Many of the touches are almost subliminal, but Rasmus said they were deliberate. Inside the annex, turnbuckles (metal support rods) were left visible, even though they are usually hidden, to link the new building with the old.

In the plant itself, reminders of history are everywhere.

“There’s not a floor you walk through on the building where you don’t read a piece of the industrial fabric,” Staley said.

Gardi, the sustainability guru, said the project demonstrated a “synergy” between being green and being historic that goes beyond installing high performance windows.

“The greenest building is the one that’s already built,” Gardi said. “Just re-using that beautiful building, not just in materials and embodied energy, but also the skills and craftsmanship — it’s respecting the culture and history.”

Everyone involved in the project, Gardi most of all, is proud that 96 percent of the materials taken off site, including the parking deck over Grand River, was hauled off to be crushed, melted or re-used in some way.

History enthusiasts are just as ecstatic over the design. Staley loves the historical “nuggets” left exposed in the plant, from the huge crane, once used to service the turbines, to the hand window cranks in the Hall of Turbines and innumerable beams and bolts. When the Accident Fund employees move in, “meet me under the big red ingot” will be a common coffee break invitation.

“There are a lot of unique things about the project,” Staley said. “I’ve never restored a bridge crane to stay in as an artifact of a building.”

The plant’s south lobby was a major restoration project by itself, a museum of Art Deco fixtures, curvaceous steel banisters and elaborate trim work.

“That little lobby space is the jewel of the necklace,” Staley said.

It’s a cliché, but it has to be said: They don’t build them like this anymore. The power plant’s big-shouldered profile is etched in bronze on six massive metal doors, crowned by copper-plated electric zaps.

“You think of a power plant as something very massive,” Staley said. “But those original entry doors were built like a Swiss watch. The machine screws that held those doors together are like jeweler’s screws.
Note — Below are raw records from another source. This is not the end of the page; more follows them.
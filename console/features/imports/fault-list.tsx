/** One thing that is wrong with a file, and where. */
export interface FileFault {
  /** A pointer into the file, or the name of what was chosen beside it; none of the file as a whole. */
  readonly place: string
  readonly detail: string
}

/** Every fault of a file, each with its place. */
export function FaultList({ faults, more }: { faults: readonly FileFault[]; more: number }) {
  return (
    <div className="ledger mt-14 overflow-x-clip">
      <table aria-label="What is wrong with it">
        <thead>
          <tr>
            <th className="w-[42%] @max-[620px]:w-auto">Where in the file</th>
            <th className="@max-[620px]:hidden">What is wrong</th>
          </tr>
        </thead>
        <tbody>
          {faults.map(({ place, detail }) => (
            <tr key={`${place} ${detail}`}>
              <td className="row-start py-6! pr-16! align-top!">
                <span className="font-medium break-all">{place === '' ? 'the whole' : place}</span>
                <span className="hidden break-words @max-[620px]:block">{detail}</span>
              </td>
              <td className="py-6! align-top! break-words @max-[620px]:hidden">{detail}</td>
            </tr>
          ))}
        </tbody>
      </table>
      {more > 0 && <p className="pt-10 text-ink-soft">And {more.toLocaleString('en-GB')} more.</p>}
    </div>
  )
}
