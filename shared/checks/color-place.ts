import type { Oklch } from '#shared/color/oklch.ts'
import { stateAt } from './model-graph.ts'
import type { SourceValue, State, TokenModel } from './model.ts'
import { type ResolvedSystem, STATE_COUNT } from './resolved.ts'

/** Where a colour is set: in the base at rest it is the token's source, anywhere else an override. */
export interface ColorPlace {
  /** Token id. */
  readonly token: string
  /** Theme id. */
  readonly theme: string
  /** Default `rest`. */
  readonly state?: State
}

/**
 * The token with a value set in one place; what it is set to elsewhere stays.
 * @param base id of the base theme
 */
export function placeValue<Token extends TokenModel>(
  token: Token,
  place: ColorPlace & { readonly base: string },
  value: SourceValue,
): Token {
  const { theme, state = 'rest', base } = place
  if (theme === base && state === 'rest') return { ...token, value }
  return {
    ...token,
    values: { ...token.values, [theme]: { ...token.values[theme], [state]: value } },
  }
}

/**
 * The colour that a place shows now, set there or not.
 * @throws TypeError when the system has no such token or theme
 */
export function presentColor(resolved: ResolvedSystem, place: ColorPlace): Oklch {
  const token = resolved.tokens.get(place.token)
  const theme = resolved.themes.get(place.theme)
  if (token === undefined) throw new TypeError(`No token ${place.token}`)
  if (theme === undefined) throw new TypeError(`No theme ${place.theme}`)
  return token.cells[theme * STATE_COUNT + stateAt(place.state ?? 'rest')]!.color.oklch
}
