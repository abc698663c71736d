import { IMPORT_MODES, type ImportWire } from '#shared/contracts/import-outcome.ts'

/** How a file is read; the address says it. */
export interface ImportOptions {
  readonly mode: ImportWire['mode']
  readonly legacyHex: boolean
  readonly hyphensAsDots: boolean
  /** Page background and text of themes whose file does not tell them; empty where nothing is said. */
  readonly ground: string
  readonly ink: string
}

export function readImportOptions(search: URLSearchParams): ImportOptions {
  const mode = IMPORT_MODES.find((each) => each === search.get('mode')) ?? 'merge'
  return {
    mode,
    legacyHex: search.get('legacyHex') === 'true',
    hyphensAsDots: search.get('hyphensAsDots') === 'true',
    ground: search.get('ground') ?? '',
    ink: search.get('ink') ?? '',
  }
}

/** The options as the API's own query, without what it takes anyway. */
export function queryOf({ mode, legacyHex, hyphensAsDots, ground, ink }: ImportOptions) {
  return {
    ...(mode === 'merge' ? {} : { mode }),
    ...(legacyHex ? { legacyHex: 'true' as const } : {}),
    ...(hyphensAsDots ? { hyphensAsDots: 'true' as const } : {}),
    ...(ground.trim() === '' ? {} : { ground: ground.trim() }),
    ...(ink.trim() === '' ? {} : { ink: ink.trim() }),
  }
}

/** Two readings with the same key come to the same. */
export const optionsKey = (options: ImportOptions): string => JSON.stringify(queryOf(options))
What will stick in my memory of this project forever is those doors.”

Steve Reynolds of the Accident Fund predicted that the coolness factor, including mind-boggling views of the surrounding city or the old plant, will be a “powerful talent attraction and retention tool.”

In February, Rasmus toured every inch of the building and felt as if he had walked into his own drawings.

“Nothing was poorly executed, nothing out of place, or inappropriately applied,” he said. “They just did a fantastic job of executing this.”

It took a lot of trouble to tame the flame, but Rasmus predicted that the Ottawa Street Power Station would richly reward the city for the love and attention lavished upon it.

“Was it ever meant for people? No, not really,” he said. “But it’s a beautiful landmark that marks the city, the river and their history. Whatever its use, it’s a powerful, poetic thing.”